(Exercise goal):
Find the string "influences" in the records. Copy each line that has it.

───── Stored data ─────

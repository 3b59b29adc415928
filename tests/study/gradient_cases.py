"""Bundled cases at few wavelengths, and differences of what studies ask of them."""

from __future__ import annotations

from collections.abc import Mapping, Sequence
from pathlib import Path
from typing import Any

import numpy as np

import optics
from optics.device.case import Case, case_from_dict
from optics.study.evaluate import Question, answer
from optics.study.outcomes import find_outcomes

FOLDER = Path(__file__).parents[2] / "cases"
# Accuracy that is asked of the engine, so that differences show the derivative and not noise.
TIGHT = 1e-10
# Weights of a central difference of sixth order.
_DIFFERENCE = ((1, 3 / 4), (2, -3 / 20), (3, 1 / 60))

Floats = np.ndarray[Any, np.dtype[np.float64]]


def bundled(stem: str, wavelengths_nm: Sequence[float]) -> Case:
    """Return a bundled case at other wavelengths."""
    document = optics.read_case(FOLDER / f"{stem}.toml").document
    document["wavelength"] = {"values_nm": list(wavelengths_nm)}
    return case_from_dict(document, FOLDER)


def question(
    case: Case,
    paths: Sequence[str],
    names: Sequence[str],
    followers: Sequence[tuple[str, int]] = (),
) -> Question:
    """Ask for outcomes by name, as tightly as it goes."""
    outcomes = find_outcomes(case, {name: name for name in names})
    return Question(case, tuple(paths), tuple(followers), outcomes, TIGHT)


def values_of(asked: Question) -> list[float]:
    """Values that the case itself has."""
    return [float(asked.case.value(path)) for path in asked.paths]


def differences(asked: Question, steps: Mapping[str, float]) -> Floats:
    """Derivatives (outcomes, paths) from values of the public function alone."""
    at = np.array(values_of(asked))
    columns = []
    for place, path in enumerate(asked.paths):
        total = np.zeros(len(asked.outcomes))
        for k, weight in _DIFFERENCE:
            step = np.zeros(at.size)
            step[place] = k * steps[path]
            ahead, behind = answer(asked, at + step), answer(asked, at - step)
            total += weight / steps[path] * (ahead - behind)[: total.size]
        columns.append(total)
    return np.stack(columns, axis=1)
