"""Sensitivities: against differences of budgets and angular results, and their layout."""

from __future__ import annotations

from functools import cache

import numpy as np
import pytest
from devices import case as make_case
from devices import pixel, tandem

import optics
from optics.study.sensitivity import Influence, Sensitivity, sensitivity

TIGHT = 1e-10


@cache
def device() -> optics.Case:
    document = pixel()
    document["wavelength"] = {"values_nm": [520, 550, 580]}
    return make_case(document)


@cache
def found() -> Sensitivity:
    return sensitivity(device(), TIGHT)


def one(change: str, name: str) -> Influence:
    (influence,) = [row for row in found().influences if (row.change, row.name) == (change, name)]
    return influence


def numbers(case: optics.Case) -> dict[str, float]:
    seen = optics.angular(case, [0], TIGHT)
    side = seen.sides["bottom"]
    return {
        "eqe": seen.budget.external_quantum_efficiency,
        "luminance": side.current_efficiency_cd_A,
        "x": side.x_normal or 0.0,
        "v_prime": side.v_prime_normal or 0.0,
    }


def slopes(path: str, step: float) -> dict[str, float]:
    """Derivatives by central differences of fourth order."""
    at = float(device().value(path))
    near = [numbers(device().replace(path, at + k * step)) for k in (-2, -1, 1, 2)]
    return {
        key: float(np.array([one[key] for one in near]) @ np.array([1, -8, 8, -1]) / (12 * step))
        for key in near[0]
    }


@pytest.mark.parametrize(
    ("change", "name", "path", "step", "unit"),
    [
        ("thickness", "ETL", "layers.ETL.thickness_nm", 0.05, 1.0),
        # Each material is that of one film alone, so its n is the film's.
        ("index", "HTL", "materials.htl.n", 1e-4, 0.01),
        ("index", "EML", "materials.host.n", 1e-4, 0.01),
        ("orientation", "green", "emitters.green.horizontal_fraction", 1e-2, 0.01),
    ],
)
def test_steps_are_those_of_differences(
    change: str, name: str, path: str, step: float, unit: float
) -> None:
    expected, at, row = slopes(path, step), numbers(device()), one(change, name)
    bottom = row.sides["bottom"]
    assert row.external_quantum_efficiency == pytest.approx(unit * expected["eqe"], rel=1e-6)
    relative = unit * expected["eqe"] / at["eqe"]
    assert row.external_quantum_efficiency_relative == pytest.approx(relative, rel=1e-6)
    luminance = unit * expected["luminance"] / at["luminance"]
    assert bottom["luminance_relative"] == pytest.approx(luminance, rel=1e-6)
    assert bottom["x"] == pytest.approx(unit * expected["x"], rel=1e-6, abs=1e-12)
    assert bottom["v_prime"] == pytest.approx(unit * expected["v_prime"], rel=1e-6, abs=1e-12)


def test_a_zone_that_moves_with_both_parts_of_its_film() -> None:
    # Moving a point up is the same as thickening the part below it and thinning that above.
    document = pixel()
    document["wavelength"] = {"values_nm": [550]}
    document["emitters"][0]["zone"] = {"shape": "point", "at_nm": 10.0, "from": "bottom"}
    case = make_case(document)
    row = next(row for row in sensitivity(case, TIGHT).influences if row.change == "position")
    eqe = [
        optics.budget(case.replace("emitters.green.zone.at_nm", at), TIGHT)
        for at in (9.98, 9.99, 10.01, 10.02)
    ]
    values = np.array([one.external_quantum_efficiency for one in eqe])
    expected = float(values @ np.array([1, -8, 8, -1]) / 0.12)
    assert row.external_quantum_efficiency == pytest.approx(expected, rel=1e-6)


def test_rows_are_films_from_below_then_emitters() -> None:
    films = ["ITO", "HTL", "EML", "ETL", "CAT"]
    assert [(row.change, row.name) for row in found().influences] == [
        *[("thickness", name) for name in films],
        ("position", "green"),
        *[("index", name) for name in films],
        ("orientation", "green"),
    ]


def test_only_lit_sides_are_told() -> None:
    assert list(one("thickness", "ETL").sides) == ["bottom"]


def test_a_film_of_one_material_among_several_moves_alone() -> None:
    document = tandem()
    document["wavelength"] = {"values_nm": [560]}
    rows = sensitivity(make_case(document), TIGHT).influences
    lower, upper = (
        next(row for row in rows if (row.change, row.name) == ("index", name))
        for name in ("EML", "EML-2")
    )
    assert lower.external_quantum_efficiency != upper.external_quantum_efficiency
    whole = next(row for row in rows if (row.change, row.name) == ("index", "ETL"))
    assert whole.path is None


def test_results_as_dictionary_table_and_arrays() -> None:
    entry = found().to_dict()
    row = entry["rows"][3]
    assert row["path"] == "layers.ETL.thickness_nm"
    assert (row["step"], row["unit"]) == (1.0, "nm")
    assert set(row["sides"]["bottom"]) == {"luminance_relative", "x", "y", "u_prime", "v_prime"}
    frame = found().to_frame()
    picked = frame[(frame.name == "ETL") & (frame.quantity == "thickness.bottom.x")]
    assert picked.value.item() == row["sides"]["bottom"]["x"]
    assert picked.unit.item() == "per 1 nm"
    data = found().to_dataset()
    assert float(data["bottom.x"][3]) == row["sides"]["bottom"]["x"]
    assert data.attrs["derivative_error"] == found().derivative_error < 1e-8


def test_a_dark_device_has_no_relative_changes() -> None:
    row = sensitivity(device().replace("drive.charge_balance", 0.0)).influences[0]
    assert row.external_quantum_efficiency == 0.0
    assert row.external_quantum_efficiency_relative is None
    assert dict(row.sides) == {}


def test_a_tolerance_out_of_range_is_refused() -> None:
    with pytest.raises(ValueError, match="tolerance"):
        sensitivity(device(), 0.5)
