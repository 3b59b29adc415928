"""Points of a question: each is its own case, a failing one is named, kept ones are not redone."""

from __future__ import annotations

import pickle
from collections.abc import Sequence
from dataclasses import replace
from pathlib import Path
from typing import Any

import numpy as np
import pytest
from sweep_devices import EQE, ETL, HTL, coarse, swept

import optics
from optics.device.case import Case
from optics.device.errors import CaseError
from optics.study import evaluate
from optics.study.evaluate import (
    TRUST,
    Batch,
    Question,
    answer,
    answers,
    compute_batch,
    layout_of,
    store_for,
)
from optics.study.outcomes import find_outcomes

CAT = "layers.CAT.thickness_nm"
POINTS = np.array([[40.0, 30.0], [60.0, -1.0], [60.0, 50.0], [55.0, 45.0]])


def asked(device: Case, *names: str) -> Question:
    outcomes = find_outcomes(device, {name: name for name in names})
    return Question(device, (HTL, ETL), ((CAT, 0),), outcomes, 1e-6)


@pytest.fixture
def question() -> Question:
    return asked(swept({HTL: {"values": [40]}}, document=coarse()), EQE, "destinations.guided")


def test_an_answer_is_the_budget_of_the_changed_case(question: Question) -> None:
    found = answer(question, [60.0, 50.0])
    alone = optics.budget(question.case.replace_all({HTL: 60.0, ETL: 50.0, CAT: 60.0}))
    assert found.shape == (question.width,) == (2 + len(TRUST),)
    assert found[0] == alone.external_quantum_efficiency
    assert found[1] == alone.destinations["guided"]
    assert found[2] == alone.accuracy.energy_balance


def test_an_impossible_point_raises_alone_and_is_named_among_others(question: Question) -> None:
    with pytest.raises(CaseError, match="found -1"):
        answer(question, POINTS[1])
    values, failed = answers(question, POINTS)
    assert np.isnan(values).all(axis=1).tolist() == [False, True, False, False]
    assert list(failed) == [1]
    assert "layers.ETL.thickness_nm: found -1" in failed[1]
    assert values[2].tobytes() == answer(question, POINTS[2]).tobytes()


def test_points_together_are_each_alone(question: Question) -> None:
    outcomes = find_outcomes(
        question.case, {name: name for name in (EQE, "bottom.x_normal", "bottom.delta_uv_60")}
    )
    wider = replace(question, outcomes=outcomes)
    found = compute_batch(Batch(wider, np.array([5, 0, 3, 2]), POINTS))
    assert found.places.tolist() == [5, 3, 2]
    for place, point, values in zip(found.places, POINTS[[0, 2, 3]], found.values, strict=True):
        assert values.tobytes() == answer(wider, point).tobytes(), place


def test_a_point_that_breaks_is_named_and_the_others_are_computed(
    question: Question, monkeypatch: pytest.MonkeyPatch
) -> None:
    whole = compute_batch(Batch(question, np.arange(4), POINTS))

    def breaking(cases: Sequence[Case], *args: Any, **kwargs: Any) -> Any:
        if any(case.value(ETL) == POINTS[2, 1] for case in cases):
            raise ArithmeticError("no such light")
        return together(cases, *args, **kwargs)

    together = evaluate.shine_together
    monkeypatch.setattr(evaluate, "shine_together", breaking)
    monkeypatch.setattr(
        evaluate, "shine", lambda case, *rest, **more: breaking([case], *rest, **more)[0]
    )
    found = compute_batch(Batch(question, np.arange(4), POINTS))
    assert found.places.tolist() == [0, 3]
    assert dict(found.failed)[2] == "ArithmeticError: no such light"
    assert "found -1" in dict(found.failed)[1]
    assert found.values.tobytes() == whole.values[[0, 2]].tobytes()


def test_kept_points_are_not_computed_again(question: Question, tmp_path: Path) -> None:
    whole, _ = answers(question, POINTS)
    store = store_for(question, tmp_path, "listed", layout_of(POINTS), len(POINTS))
    store.add(np.array([2]), np.full((1, question.width), 7.0))
    again = store_for(question, tmp_path, "listed", layout_of(POINTS), len(POINTS))
    seen: list[tuple[int, int]] = []
    values, failed = answers(
        question, POINTS, store=again, progress=lambda *both: seen.append(both)
    )
    assert (values[2] == 7.0).all()
    assert values[3].tobytes() == whole[3].tobytes()
    assert list(failed) == [1]
    assert (seen[0], seen[-1]) == ((1, 4), (4, 4))


def test_other_points_are_kept_in_another_file(question: Question, tmp_path: Path) -> None:
    moved = POINTS + np.array([1e-9, 0.0])
    one, other = (
        store_for(question, tmp_path, "listed", layout_of(points), len(points)).path
        for points in (POINTS, moved)
    )
    assert one != other


def test_a_question_travels_to_other_processes(question: Question) -> None:
    again = pickle.loads(pickle.dumps(question))
    assert answer(again, POINTS[0]).tobytes() == answer(question, POINTS[0]).tobytes()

─────

(Exercise result):
    (influence,) = [row for row in found().influences if (row.change, row.name) == (change, name)]
    row = next(row for row in sensitivity(case, TIGHT).influences if row.change == "position")
    assert [(row.change, row.name) for row in found().influences] == [
    rows = sensitivity(make_case(document), TIGHT).influences
    row = sensitivity(device().replace("drive.charge_balance", 0.0)).influences[0]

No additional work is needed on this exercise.